И тут Маша с ужасом поняла, что Сашке-то она про выписку не сказала. Решила, с врачом поговорила и забыла – не до того. Сашка, конечно, вечером придет, но без одежды, и вообще. Еле уговорила няньку подождать часок, сбегала позвонила мужу, хорошо – дома застала.
Сашка одежду принес. Частично. Заглянув в пакет, Маша обнаружила там свои беременные еще брюки и – все. Хорошо еще, не пошла сразу в палату, догадалась в холле посмотреть.
– Сашка, – возопила она, – а майку?! А туфли, в конце концов? Я что, босиком поеду? Чем ты думал, когда собирался?
Думал муж, как выяснилось, в момент сборов интегральным ретранслятором, то есть о нем или о сходной какой-то пакости. Маша даже вникать не стала. Майку, устроив небольшой прилюдный стриптиз, муж снял с себя на месте, благо у него в сумке была на всякий случай куртка-ветровка, а вот проблема обуви сходу не решалась. В конце концов Маша решила ехать, как есть, в тапках, благо свои, не больничные. Видик, конечно, тот еще, но наплевать, да и в такси не видно.
Но и с такси тоже было не все так просто. Они в этом районе водились нечасто, поэтому, когда, пропрыгав минут двадцать на дороге, Сашка заметил выезжающий из-за поворота автобус, он, не говоря Маше ни слова, подхватил сумки с пожитками и рванул к остановке. Пришлось догонять, теряя на ходу проклятые тапки...

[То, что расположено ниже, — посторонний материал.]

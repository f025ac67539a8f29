"""Counts made before, with their factors: after an edit of a few springs they need no new ones."""

from dataclasses import dataclass, field
from typing import TYPE_CHECKING

if TYPE_CHECKING:
    from modalview.factor.edited import EditedCount
    from modalview.factor.inertia import Inertia
    from modalview.factor.shifted import ShiftedPencil

# Entries of L in all that is kept: up to half a gigabyte, as each is there four times, with its index.
MOST_ENTRIES = 12_000_000
# A verdict takes some thirty counts: with room for fewer none is worth keeping, and many more never are.
FEWEST, MOST = 30, 100


@dataclass(slots=True, eq=False)
class Earlier:
    """One count of a model as it was.

    Parameters
    ----------
    shifted : ShiftedPencil
    found : Inertia
        With its factors.
    terms : tuple of int
        Terms of the edits that ``prepared`` is made for.
    prepared : EditedCount or None
    """

    shifted: "ShiftedPencil"
    found: "Inertia"
    terms: tuple[int, ...] = ()
    prepared: "EditedCount | None" = None


@dataclass(slots=True, eq=False)
class EarlierCounts:
    """The latest counts of models of one pattern, oldest first; never copied to another process."""

    _kept: list[Earlier] = field(default_factory=list)

    def __reduce__(self) -> tuple[type["EarlierCounts"], tuple[()]]:
        """Go to another process empty: factors cannot be sent."""
        return EarlierCounts, ()

    def at(self, sigma: float) -> list[Earlier]:
        """Return the counts made at a shift, the latest first."""
        return [one for one in reversed(self._kept) if one.found.sigma == sigma]

    def keep(self, one: Earlier, entries: int) -> None:
        """Keep a count whose L has so many entries, and let go of the oldest that there is no room for."""
        room = min(MOST, MOST_ENTRIES // max(entries, 1))
        if room >= FEWEST:
            self._kept = [*self._kept, one][-room:]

«Ничего себе, – мрачно думала Маша, трясясь на автобусном сиденье и привычно обнимая рукой живот, – торжественная встреча из роддома. Ни тебе такси, ни тебе цветочков, ни собственно ребеночка...»
Тут, конечно, удержаться было невозможно, из глаз натекли слезищи, пришлось скорей отворачиваться к окну и вытираться локтем – рыдать в общественном транспорте ей пока еще все-таки претило.

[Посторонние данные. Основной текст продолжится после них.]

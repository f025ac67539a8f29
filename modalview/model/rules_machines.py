"""Rules of machines: speeds, margins, excitations and how strong they are."""

import math

from modalview.model.parts import Excitation, Machine, Magnitude, Margin, Motion, SpeedRange
from modalview.model.rules_context import Context, Findings, place_of
from modalview.model.rules_names import plain_id, plain_name
from modalview.model.rules_values import above_zero, direction, end, not_negative, share, space_axis
from modalview.model.values import Entry, is_sane
from modalview.units.show import short

KINDS_OF_MAGNITUDE = ("force", "torque", "unbalance", "grade", "motion")
# A single axis cannot turn and a shaft train cannot shift.
MAGNITUDES: dict[Motion, tuple[str, ...]] = {
    Motion.SINGLE_AXIS: ("force", "unbalance", "grade", "motion"),
    Motion.SHAFT_TRAIN: ("torque", "motion"),
    Motion.PLANE: KINDS_OF_MAGNITUDE,
    Motion.SPACE: KINDS_OF_MAGNITUDE,
}


def machine(given: Machine, context: Context) -> Findings:
    """Yield every rule that a machine breaks."""
    yield from _speed("speed", given.speed)
    yield from share("speed_tolerance", given.speed_tolerance)
    yield from _margin("margin", given.margin)
    if given.on is not None and given.on not in context.bodies:
        yield "on", f'there is no body "{given.on}" whose speed this could be'
    if given.run_up is not None:
        yield from above_zero("run_up . acceleration", given.run_up.acceleration)
    for number, barred in enumerate(given.barred_ranges):
        yield from _speed(f"barred_ranges[{number}]", barred)
    yield from _margins_given(given)
    seen: set[str] = set()
    for number, excitation in enumerate(given.excitations):
        place = place_of("excitations", number, excitation.id)
        if excitation.id in seen:
            yield (
                f"{place} . id",
                f'"{excitation.id}" is already an excitation of this machine; ids are unique',
            )
        seen.add(excitation.id)
        for key, reason in _excitation(excitation, given, context):
            yield f"{place} . {key}", reason


def _speed(key: str, speed: Entry | SpeedRange | None) -> Findings:
    if isinstance(speed, SpeedRange):
        yield from not_negative(f"{key} . from", speed.from_)
        yield from above_zero(f"{key} . to", speed.to)
        if speed.from_.si > speed.to.si:
            yield (
                key,
                f'must rise from the lowest to the highest; found "{speed.from_.text}" to "{speed.to.text}"',
            )
    else:
        yield from above_zero(key, speed)


def _margin(key: str, margin: Entry | Margin | None) -> Findings:
    if isinstance(margin, Margin):
        yield from share(f"{key} . below", margin.below)
        yield from share(f"{key} . above", margin.above)
    else:
        yield from share(key, margin)


def _margins_given(given: Machine) -> Findings:
    without = [one.id for one in given.excitations if one.margin is None]
    if given.margin is None and without:
        names = ", ".join(f'"{name}"' for name in without)
        yield (
            "margin",
            (
                f"is missing for {names}; a margin is required and has no default: "
                'give one here, such as "15 %", or at the excitation'
            ),
        )


def _excitation(given: Excitation, owner: Machine, context: Context) -> Findings:
    yield from plain_id("id", given.id)
    yield from plain_name("name", given.name)
    yield from _order(given, owner, context)
    yield from above_zero("frequency", given.frequency)
    yield from _margin("margin", given.margin)
    if given.at is not None:
        yield from end("at", given.at, context)
    torque = given.magnitude is not None and given.magnitude.torque is not None
    yield from direction("direction", given.direction, context, rotating=True, turning=torque)
    yield from space_axis("axis", given.axis, context)
    if given.axis is not None and not torque and given.direction != "rotating":
        yield "axis", 'belongs to a torque or to the direction "rotating"'
    if given.magnitude is not None:
        yield from _magnitude(given, given.magnitude, owner, context)


def _order(given: Excitation, owner: Machine, context: Context) -> Findings:
    if (given.order is None) == (given.frequency is None):
        found = "both are given" if given.order is not None else "neither is given"
        yield "order", f"an excitation has an order of the speed or a fixed frequency; {found}"
    if given.order is not None:
        if given.order <= 0 or not (is_sane(given.order) or math.isnan(given.order)):
            yield "order", f"must be above zero and a number of a machine; found {short(given.order)}"
        if owner.speed is None:
            yield "order", "is a multiple of the machine's speed, which is missing; give the machine a speed"
    if given.of is None:
        return
    if given.order is None:
        yield "of", "tells whose rotation an order counts; a fixed frequency has none"
    if owner.on is None:
        yield "of", "needs the machine's on: the body whose speed its speed is"
    if given.of not in context.bodies:
        yield "of", f'there is no body "{given.of}"'
    if context.motion is Motion.SINGLE_AXIS:
        yield "of", "has no meaning in single axis, where nothing turns"


def _magnitude(given: Excitation, magnitude: Magnitude, owner: Machine, context: Context) -> Findings:
    kinds = [kind for kind in KINDS_OF_MAGNITUDE if getattr(magnitude, kind) is not None]
    if len(kinds) != 1:
        found = f"found {' and '.join(kinds)}" if kinds else "none is given"
        yield "magnitude", f"is one of {', '.join(KINDS_OF_MAGNITUDE)}; {found}"
        return
    kind = kinds[0]
    yield from above_zero(f"magnitude . {kind}", getattr(magnitude, kind))
    if kind not in MAGNITUDES[context.motion]:
        known = ", ".join(MAGNITUDES[context.motion])
        yield f"magnitude . {kind}", f"has no meaning in {context.motion.value}, which knows {known}"
    yield from _companions(kind, magnitude, owner)
    supported = given.at is not None and given.at.support is not None
    if kind == "motion" and not supported:
        yield "at", 'a motion is imposed at a support: {"support": "..."}'
    if kind != "motion" and supported:
        yield "at", f"a {kind} acts on a body; at a support only a motion can be given"


def _companions(kind: str, magnitude: Magnitude, owner: Machine) -> Findings:
    yield from above_zero("magnitude . rotor_mass", magnitude.rotor_mass)
    yield from above_zero("magnitude . service_speed", magnitude.service_speed)
    if kind != "grade":
        for key in ("rotor_mass", "service_speed"):
            if getattr(magnitude, key) is not None:
                yield f"magnitude . {key}", "belongs to a balance quality grade"
    elif magnitude.rotor_mass is None:
        yield "magnitude . rotor_mass", "is missing; a balance quality grade needs the mass of the rotor"
    elif magnitude.service_speed is None and owner.speed is None:
        yield "magnitude . service_speed", "is missing, and the machine has no speed to take it from"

Но самое страшное было дома. Когда Маша вошла в такую свою, такую родную и привычную квартиру, когда увидела все – пустую кроватку, сложенные детские вещи, застеленный белый стол – все это, с такой любовью и надеждой уложенное и теперь застывшее в своей стерильной готовности, злосчастные ясли, так и не получившие долгожданного младенца – пустые, ненужные и обманутые, как она сама. Слезы хлынули без удержу, потом кончились, потом... Сколько Маша просидела на своем диване, забившись в угол, всхлипывая и стараясь не смотреть в сторону кроватки – это вызывало новые спазмы – неизвестно. Саша даже не пытался ее утешать – постоял в дверях, поглядел и растворился.

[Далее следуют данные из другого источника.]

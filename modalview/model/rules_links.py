"""Rules of links: ends, kinds that make sense in a motion, and what each kind needs."""

from collections.abc import Callable
from typing import Any

from modalview.errors import UnitError
from modalview.model.fields import fields_of
from modalview.model.gears import gear_ratio
from modalview.model.parts import (
    Beam,
    Damper,
    Gear,
    Link,
    Motion,
    Mount,
    MountDamping,
    MountStiffness,
    RigidLink,
    Shaft,
    Spring,
)
from modalview.model.rules_context import Context, Findings
from modalview.model.rules_values import (
    above_zero,
    axes,
    cosine,
    direction,
    end,
    listed,
    not_negative,
    positive_value,
    space_axis,
    tolerance,
)
from modalview.model.values import Value
from modalview.units.parse import read
from modalview.units.quantities import (
    DAMPING,
    RATIO,
    STIFFNESS,
    TORSIONAL_DAMPING,
    TORSIONAL_STIFFNESS,
    Quantity,
)
from modalview.units.show import short

# Where each kind of link has a meaning. A shaft train only turns: its springs are shafts.
KINDS: dict[Motion, tuple[type[Link], ...]] = {
    Motion.SINGLE_AXIS: (Spring, Damper, Mount, RigidLink),
    Motion.SHAFT_TRAIN: (Shaft, Gear, Damper, RigidLink),
    Motion.PLANE: (Spring, Damper, Mount, Shaft, Gear, Beam, RigidLink),
    Motion.SPACE: (Spring, Damper, Mount, Shaft, Gear, Beam, RigidLink),
}
# Pitch radii are rounded when typed; a ratio further off than this share does not belong to them.
PITCH_MISMATCH = 0.01
# A beam's y axis nearer to its own line than this (1 - cosine) leaves its section unturned.
ALONG = 1e-6


def link(given: Link, context: Context) -> Findings:
    """Yield every rule that a link breaks."""
    yield from _ends(given, context)
    if not isinstance(given, KINDS[context.motion]):
        known = ", ".join(kind.kind for kind in KINDS[context.motion])
        yield "kind", f"a {given.kind} has no meaning in {context.motion.value}; links here are {known}"
        return
    yield from _RULES[type(given)](given, context)
    yield from tolerance("tolerance", given.tolerance, None)
    yield from not_negative("loss_factor", given.loss_factor)
    yield from positive_value("dynamic_ratio", given.dynamic_ratio)
    yield from above_zero("rated_load", given.rated_load)
    if given.vary_limits is not None:
        yield from _vary_limits(given, context)


def _ends(given: Link, context: Context) -> Findings:
    yield from end("from", given.from_, context)
    yield from end("to", given.to, context)
    start, stop = given.from_, given.to
    if start.body and start.body == stop.body:
        yield "to", f'both ends are on "{start.body}"; a link joins two parts'
    if start.support is not None and stop.support is not None:
        yield "to", "both ends are on supports; a link needs a body that moves"
    if isinstance(given, Gear | RigidLink):
        for key, one in (("from", start), ("to", stop)):
            if one.support is not None:
                yield key, f"a {given.kind} joins two bodies; a body is held still by its dof"


def _line_of_action(given: Spring | Damper, context: Context) -> Findings:
    yield from direction("direction", given.direction, context)
    if given.direction is None and not context.drawn_only:
        line = context.line(given.from_, given.to)
        if line is not None and not any(line):
            yield "direction", 'the ends coincide, so it must be told in which direction it acts, such as "y"'


def _spring(given: Spring, context: Context) -> Findings:
    yield from positive_value("stiffness", given.stiffness, "; leave out a spring that resists nothing")
    yield from _line_of_action(given, context)


def _damping(key: str, value: Value | None) -> Findings:
    if value is not None:
        yield from not_negative(key, value)
        yield from tolerance(f"{key} . tolerance", value.tolerance, value.entry)


def _damper(given: Damper, context: Context) -> Findings:
    yield from _damping("damping", given.damping)
    yield from _line_of_action(given, context)


def _parts_of(key: str, given: MountStiffness | MountDamping | None, context: Context) -> Findings:
    if given is None:
        return
    for field in fields_of(type(given)):
        value: Value | None = getattr(given, field.name)
        if value is None:
            continue
        where = f"{key} . {field.key}"
        if field.key not in context.freedoms:
            yield (
                where,
                f"{context.motion.value} has no direction {field.key}; it has {', '.join(context.freedoms)}",
            )
        if key == "stiffness":
            yield from positive_value(where, value, "; leave out a direction that is not resisted")
        else:
            yield from _damping(where, value)


def _mount(given: Mount, context: Context) -> Findings:
    yield from _parts_of("stiffness", given.stiffness, context)
    yield from _parts_of("damping", given.damping, context)
    yield from axes("axes", given.axes, context)
    if given.stiffness in (None, MountStiffness()) and given.damping in (None, MountDamping()):
        yield "stiffness", f"a mount needs stiffness or damping in {' or '.join(context.freedoms)}"
    if given.axes is not None and given.axes.x is None and given.axes.y is None:
        yield "axes", "need x or y; the missing one is taken level, square to the other"


def _shaft(given: Shaft, context: Context) -> Findings:
    yield from positive_value("stiffness", given.stiffness)
    yield from space_axis("axis", given.axis, context)


def _gear(given: Gear, context: Context) -> Findings:
    yield from space_axis("axis", given.axis, context)
    if (given.ratio is None) == (given.teeth is None):
        found = "both are given" if given.teeth is not None else "neither is given"
        yield "ratio", f"a gear has a ratio or teeth; {found}"
    elif gear_ratio(given) is None and given.teeth is not None:
        yield (
            "teeth",
            f"are two whole numbers, neither zero, at most one negative (a ring gear); found {given.teeth}",
        )
    elif gear_ratio(given) is None:
        yield "ratio", f'is a number or a fraction such as "-21/5", not zero; found {given.ratio!r}'
    yield from positive_value("stiffness", given.stiffness, "; leave it out for an exact ratio")
    radii = given.pitch_radius
    if given.stiffness is not None and radii is None:
        yield "pitch_radius", "is missing; the stiffness of a mesh acts at it, give from and to"
    if radii is not None:
        yield from above_zero("pitch_radius . from", radii.from_)
        yield from above_zero("pitch_radius . to", radii.to)
        ratio = gear_ratio(given)
        if ratio and radii.from_.si > 0 and radii.to.si > 0:
            drawn, told = radii.from_.si / radii.to.si, abs(float(ratio))
            if abs(drawn / told - 1) > PITCH_MISMATCH:
                yield "pitch_radius", f"from over to is {short(drawn, 4)}, but the ratio is {short(told, 4)}"


def _beam(given: Beam, context: Context) -> Findings:
    keys = ("E", "A", "Iy", "Iz", "G", "J") if context.motion is Motion.SPACE else ("E", "A", "I")
    for key in ("E", "A", "I", "Iy", "Iz", "G", "J"):
        value: Value | None = getattr(given, key)
        if value is None and key in keys:
            yield key, f"is missing; a beam in {context.motion.value} needs {', '.join(keys)}"
        elif value is not None and key not in keys:
            yield key, f"does not belong to a beam in {context.motion.value}, which has {', '.join(keys)}"
        yield from positive_value(key, value)
    line = context.line(given.from_, given.to)
    if line is not None and not any(line):
        yield "to", "the ends coincide, so the beam has no length"
        return
    yield from _section_axes(given, context, line)


def _section_axes(given: Beam, context: Context, line: tuple[float, ...] | None) -> Findings:
    own = given.axes
    if own is None:
        if context.motion is Motion.SPACE and given.Iy and given.Iz and given.Iy.si != given.Iz.si:
            yield "axes", 'are missing; Iy and Iz differ, so y of the section must be told: {"y": [0, 1, 0]}'
        return
    if context.motion is Motion.PLANE:
        yield "axes", "have no meaning for a beam in plane; leave them out"
        return
    wrong = list(axes("axes", own, context))
    yield from wrong
    if own.x is not None or own.y is None:
        yield "axes", "of a beam are y alone; x runs along it"
    elif not wrong and line is not None and cosine(own.y, line) > 1 - ALONG:
        yield "axes . y", "runs along the beam; it must point across it"


def _rigid(given: RigidLink, context: Context) -> Findings:
    yield from listed("directions", given.directions, context.freedoms, context.motion.value)
    if given.directions == ():
        yield "directions", "is empty; leave it out to join all directions"


def varied_quantity(given: Link, context: Context) -> Quantity | None:
    """Return what the limits of a link's change are typed in: its value's quantity, or a ratio to it."""
    if isinstance(given, Mount | Beam):
        return RATIO
    if isinstance(given, Damper):
        return TORSIONAL_DAMPING if context.motion is Motion.SHAFT_TRAIN else DAMPING
    if isinstance(given, Shaft):
        return TORSIONAL_STIFFNESS
    return STIFFNESS if isinstance(given, Spring) or (isinstance(given, Gear) and given.stiffness) else None


def _vary_limits(given: Link, context: Context) -> Findings:
    quantity = varied_quantity(given, context)
    limits = given.vary_limits
    if quantity is None or limits is None:
        yield "vary_limits", f"a {given.kind} has no value that could be changed here; leave them out"
        return
    found = []
    for key, text in (("low", limits.low), ("high", limits.high)):
        if text is None:
            continue
        try:
            found.append(read(text, quantity))
        except UnitError as reason:
            yield f"vary_limits . {key}", str(reason)
    if any(number < 0 for number in found) or (len(found) == 2 and found[0] > found[1]):
        yield "vary_limits", f'must rise from low to high; found "{limits.low}" to "{limits.high}"'


_RULES: dict[type[Link], Callable[[Any, Context], Findings]] = {
    Spring: _spring,
    Damper: _damper,
    Mount: _mount,
    Shaft: _shaft,
    Gear: _gear,
    Beam: _beam,
    RigidLink: _rigid,
}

Отрыдав, Маша вышла в кухню. Ужин был готов, и Сашка ждал ее над горячей тарелкой. Непонятно было, о чем разговаривать. Говорить о ребенке было трудно и страшно, а все разговоры о чем-то другом казались мелки и пошлы. Но молчание тоже не спасало – исчезла куда-то блаженная способность молчать вместе об одном и том же.